Saved data entries:
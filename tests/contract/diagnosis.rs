//! What states allow beside bearing their load: read from a brief, and told between the arrays and the end of a state.

use ropewalk_api::ropewalk::v1;
use ropewalk_numerics::brief::DiagnosisGiven;
use serde_json::{Value, json};
use v1::run_response::Event;
use v1::state_diagnosis::Part;

use crate::briefs::{changed, errors, first_net, reading, terrace, work};
use crate::results::run;

fn asking(base: Value, diagnosis: Value) -> Value {
    changed(base, &[("/diagnosis", diagnosis)])
}

#[test]
fn states_and_numbers_reach_the_work() {
    for (diagnosis, reference, cases, stiffnesses) in [
        (json!({}), true, vec![0, 1, 2], 3),
        (json!({"about": ["reference"], "note": "for the file"}), true, vec![], 3),
        (
            json!({"about": ["winter", "summer"], "modes_of_stiffness": 20}),
            false,
            vec![0, 1, 2],
            20,
        ),
        (
            json!({"about": ["iced", "reference"], "modes_of_stiffness": 1}),
            true,
            vec![1],
            1,
        ),
    ] {
        let given = work(&asking(terrace(), diagnosis)).brief.diagnosis;
        assert_eq!(
            given,
            Some(DiagnosisGiven {
                reference,
                cases,
                stiffnesses
            })
        );
    }
    assert_eq!(work(&terrace()).brief.diagnosis, None);
}

#[test]
fn bad_names_and_numbers_are_told() {
    for (diagnosis, reason, path) in [
        (json!({"about": ["snowd"]}), "UNKNOWN_ID", "diagnosis.about[0]"),
        (
            json!({"about": ["reference", "iced", "iced"]}),
            "REPEATED_IN_LIST",
            "diagnosis.about[2]",
        ),
        (
            json!({"modes_of_stiffness": 0}),
            "OUT_OF_RANGE",
            "diagnosis.modes_of_stiffness",
        ),
        (
            json!({"modes_of_stiffness": 21}),
            "OUT_OF_RANGE",
            "diagnosis.modes_of_stiffness",
        ),
    ] {
        let reading = reading(&asking(terrace(), diagnosis));
        let found = reading.findings.iter().find(|f| f.reason == reason && f.path == path);
        assert!(
            found.is_some_and(|f| !f.cure.is_empty()),
            "{reason} {path}: {:#?}",
            reading.findings
        );
        assert!(reason == "REPEATED_IN_LIST" || errors(&reading).count() == 1);
    }
}

/// Parts of what was found, in order, with the place of each event.
fn parts(events: &[Event], case: &str) -> Vec<Part> {
    let mut open = None;
    let mut parts = Vec::new();
    for event in events {
        match event {
            Event::CaseBegin(begin) => open = Some(begin.case.clone()),
            Event::CaseSummary(_) => open = None,
            Event::Diagnosis(part) => {
                assert_eq!(
                    open.as_deref(),
                    Some(part.case.as_str()),
                    "between beginning and end of its state"
                );
                if part.case == case {
                    parts.extend(part.part.clone());
                }
            }
            _ => {}
        }
    }
    parts
}

/// The crossing of two ropes: four segments, three directions. By hand: the chords to A and C, to B and D lie in two
/// vertical planes and dip or rise alike, so the rank is 3 and one state of self-stress is left.
#[test]
fn the_minimal_draft_has_one_self_stress_and_no_mechanism() {
    let work = work(&asking(
        first_net(),
        json!({"about": ["reference", "full-snow"], "modes_of_stiffness": 2}),
    ));
    let events = run(&work, &[0]);
    for case in ["reference", "full-snow"] {
        let parts = parts(&events, case);
        let Part::Mobility(found) = &parts[0] else {
            panic!("{parts:#?}")
        };
        assert_eq!((found.members, found.free_directions, found.rank), (4, 3, 3));
        assert_eq!((found.self_stresses, found.mechanisms, found.not_stiffened), (1, 0, 0));
        assert_eq!(found.way(), v1::MobilityWay::Dense);
        let Part::SelfStress(state) = &parts[1] else {
            panic!("{parts:#?}")
        };
        assert_eq!(state.segments_total, 4);
        // At the reference the two ropes balance each other with equal forces.
        assert!(case != "reference" || state.shares.iter().all(|share| (share - 1.0).abs() < 1e-6));
        let least: Vec<&v1::LeastStiffness> = parts[2..]
            .iter()
            .map(|part| match part {
                Part::LeastStiffness(least) => least,
                other => panic!("{other:#?}"),
            })
            .collect();
        assert_eq!(least.len(), 2);
        assert!(least[0].stiffness_n_per_m > 0.0 && least[0].stiffness_n_per_m <= least[1].stiffness_n_per_m);
        assert_eq!(least[0].nodes, ["m"]);
        let closing = events.iter().find_map(|event| match event {
            Event::CaseSummary(closing) if closing.case == case => Some(closing),
            _ => None,
        });
        let told = closing.expect("a summary").smallest_stiffness_n_per_m;
        assert_eq!(told, Some(least[0].stiffness_n_per_m));
    }
}

#[test]
fn nothing_is_told_unasked() {
    let events = run(&work(&first_net()), &[0]);
    assert!(!events.iter().any(|event| matches!(event, Event::Diagnosis(_))));
    assert!(
        !events.iter().any(|event| {
            matches!(event, Event::CaseSummary(closing) if closing.smallest_stiffness_n_per_m.is_some())
        })
    );
}

#[test]
fn little_stiffness_left_is_a_doubt() {
    // Two ropes on one line: only their pull holds the node between them across it.
    let brief = json!({
        "id": "line",
        "net": {
            "nodes": [
                {"id": "a", "xyz_m": [0, 0, 0], "support": {}},
                {"id": "n", "xyz_m": [4, 0, 0]},
                {"id": "b", "xyz_m": [8, 0, 0], "support": {}}
            ],
            "sections": [{"id": "rope", "axial_stiffness_n": 1e7}],
            "cables": [
                {"id": "left", "section": "rope", "nodes": ["a", "n"]},
                {"id": "right", "section": "rope", "nodes": ["n", "b"]}
            ]
        },
        "prestress": {"rules": [{"on": ["left", "right"], "tension_n": 5000}]},
        "actions": [{"id": "cold", "loads": [{"prestress": {"share": -0.95}}]}],
        "cases": [{"id": "weak", "factors": {"cold": 1}}],
        "diagnosis": {}
    });
    let work = work(&brief);
    let events = run(&work, &[0]);
    let parts = parts(&events, "reference");
    let mechanisms: Vec<_> = parts.iter().filter(|part| matches!(part, Part::Mechanism(_))).collect();
    assert_eq!(mechanisms.len(), 2, "{parts:#?}");
    let doubts: Vec<&v1::Finding> = events
        .iter()
        .filter_map(|event| match event {
            Event::Finding(finding) if finding.reason == "LITTLE_STIFFNESS" => Some(finding),
            _ => None,
        })
        .collect();
    // A twentieth of the tension leaves a twentieth of the stiffness across: by hand 2 T / l.
    assert_eq!(doubts.len(), 1, "{doubts:#?}");
    assert_eq!((doubts[0].case.as_str(), doubts[0].id.as_str()), ("weak", "n"));
    let stiffness: f64 = doubts[0].value.parse().expect("a number");
    assert!((stiffness - 2.0 * 250.0 / 4.0).abs() < 1.0, "{stiffness}");
}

**Try it**
Every record, restated word for word, should make up your reply.

**Solution to the exercise**
filename tests/contract/diagnosis.rs
//! What states allow beside bearing their load: read from a brief, and told between the arrays and the end of a state.

use ropewalk_api::ropewalk::v1;
use ropewalk_numerics::brief::DiagnosisGiven;
use serde_json::{Value, json};
use v1::run_response::Event;
use v1::state_diagnosis::Part;

use crate::briefs::{changed, errors, first_net, reading, terrace, work};
use crate::results::run;

fn asking(base: Value, diagnosis: Value) -> Value {
    changed(base, &[("/diagnosis", diagnosis)])
}

#[test]
fn states_and_numbers_reach_the_work() {
    for (diagnosis, reference, cases, stiffnesses) in [
        (json!({}), true, vec![0, 1, 2], 3),
        (json!({"about": ["reference"], "note": "for the file"}), true, vec![], 3),
        (
            json!({"about": ["winter", "summer"], "modes_of_stiffness": 20}),
            false,
            vec![0, 1, 2],
            20,
        ),
        (
            json!({"about": ["iced", "reference"], "modes_of_stiffness": 1}),
            true,
            vec![1],
            1,
        ),
    ] {
        let given = work(&asking(terrace(), diagnosis)).brief.diagnosis;
        assert_eq!(
            given,
            Some(DiagnosisGiven {
                reference,
                cases,
                stiffnesses
            })
        );
    }
    assert_eq!(work(&terrace()).brief.diagnosis, None);
}

#[test]
fn bad_names_and_numbers_are_told() {
    for (diagnosis, reason, path) in [
        (json!({"about": ["snowd"]}), "UNKNOWN_ID", "diagnosis.about[0]"),
        (
            json!({"about": ["reference", "iced", "iced"]}),
            "REPEATED_IN_LIST",
            "diagnosis.about[2]",
        ),
        (
            json!({"modes_of_stiffness": 0}),
            "OUT_OF_RANGE",
            "diagnosis.modes_of_stiffness",
        ),
        (
            json!({"modes_of_stiffness": 21}),
            "OUT_OF_RANGE",
            "diagnosis.modes_of_stiffness",
        ),
    ] {
        let reading = reading(&asking(terrace(), diagnosis));
        let found = reading.findings.iter().find(|f| f.reason == reason && f.path == path);
        assert!(
            found.is_some_and(|f| !f.cure.is_empty()),
            "{reason} {path}: {:#?}",
            reading.findings
        );
        assert!(reason == "REPEATED_IN_LIST" || errors(&reading).count() == 1);
    }
}

/// Parts of what was found, in order, with the place of each event.
fn parts(events: &[Event], case: &str) -> Vec<Part> {
    let mut open = None;
    let mut parts = Vec::new();
    for event in events {
        match event {
            Event::CaseBegin(begin) => open = Some(begin.case.clone()),
            Event::CaseSummary(_) => open = None,
            Event::Diagnosis(part) => {
                assert_eq!(
                    open.as_deref(),
                    Some(part.case.as_str()),
                    "between beginning and end of its state"
                );
                if part.case == case {
                    parts.extend(part.part.clone());
                }
            }
            _ => {}
        }
    }
    parts
}

/// The crossing of two ropes: four segments, three directions. By hand: the chords to A and C, to B and D lie in two
/// vertical planes and dip or rise alike, so the rank is 3 and one state of self-stress is left.
#[test]
fn the_minimal_draft_has_one_self_stress_and_no_mechanism() {
    let work = work(&asking(
        first_net(),
        json!({"about": ["reference", "full-snow"], "modes_of_stiffness": 2}),
    ));
    let events = run(&work, &[0]);
    for case in ["reference", "full-snow"] {
        let parts = parts(&events, case);
        let Part::Mobility(found) = &parts[0] else {
            panic!("{parts:#?}")
        };
        assert_eq!((found.members, found.free_directions, found.rank), (4, 3, 3));
        assert_eq!((found.self_stresses, found.mechanisms, found.not_stiffened), (1, 0, 0));
        assert_eq!(found.way(), v1::MobilityWay::Dense);
        let Part::SelfStress(state) = &parts[1] else {
            panic!("{parts:#?}")
        };
        assert_eq!(state.segments_total, 4);
        // At the reference the two ropes balance each other with equal forces.
        assert!(case != "reference" || state.shares.iter().all(|share| (share - 1.0).abs() < 1e-6));
        let least: Vec<&v1::LeastStiffness> = parts[2..]
            .iter()
            .map(|part| match part {
                Part::LeastStiffness(least) => least,
                other => panic!("{other:#?}"),
            })
            .collect();
        assert_eq!(least.len(), 2);
        assert!(least[0].stiffness_n_per_m > 0.0 && least[0].stiffness_n_per_m <= least[1].stiffness_n_per_m);
        assert_eq!(least[0].nodes, ["m"]);
        let closing = events.iter().find_map(|event| match event {
            Event::CaseSummary(closing) if closing.case == case => Some(closing),
            _ => None,
        });
        let told = closing.expect("a summary").smallest_stiffness_n_per_m;
        assert_eq!(told, Some(least[0].stiffness_n_per_m));
    }
}

#[test]
fn nothing_is_told_unasked() {
    let events = run(&work(&first_net()), &[0]);
    assert!(!events.iter().any(|event| matches!(event, Event::Diagnosis(_))));
    assert!(
        !events.iter().any(|event| {
            matches!(event, Event::CaseSummary(closing) if closing.smallest_stiffness_n_per_m.is_some())
        })
    );
}

#[test]
fn little_stiffness_left_is_a_doubt() {
    // Two ropes on one line: only their pull holds the node between them across it.
    let brief = json!({
        "id": "line",
        "net": {
            "nodes": [
                {"id": "a", "xyz_m": [0, 0, 0], "support": {}},
                {"id": "n", "xyz_m": [4, 0, 0]},
                {"id": "b", "xyz_m": [8, 0, 0], "support": {}}
            ],
            "sections": [{"id": "rope", "axial_stiffness_n": 1e7}],
            "cables": [
                {"id": "left", "section": "rope", "nodes": ["a", "n"]},
                {"id": "right", "section": "rope", "nodes": ["n", "b"]}
            ]
        },
        "prestress": {"rules": [{"on": ["left", "right"], "tension_n": 5000}]},
        "actions": [{"id": "cold", "loads": [{"prestress": {"share": -0.95}}]}],
        "cases": [{"id": "weak", "factors": {"cold": 1}}],
        "diagnosis": {}
    });
    let work = work(&brief);
    let events = run(&work, &[0]);
    let parts = parts(&events, "reference");
    let mechanisms: Vec<_> = parts.iter().filter(|part| matches!(part, Part::Mechanism(_))).collect();
    assert_eq!(mechanisms.len(), 2, "{parts:#?}");
    let doubts: Vec<&v1::Finding> = events
        .iter()
        .filter_map(|event| match event {
            Event::Finding(finding) if finding.reason == "LITTLE_STIFFNESS" => Some(finding),
            _ => None,
        })
        .collect();
    // A twentieth of the tension leaves a twentieth of the stiffness across: by hand 2 T / l.
    assert_eq!(doubts.len(), 1, "{doubts:#?}");
    assert_eq!((doubts[0].case.as_str(), doubts[0].id.as_str()), ("weak", "n"));
    let stiffness: f64 = doubts[0].value.parse().expect("a number");
    assert!((stiffness - 2.0 * 250.0 / 4.0).abs() < 1.0, "{stiffness}");
}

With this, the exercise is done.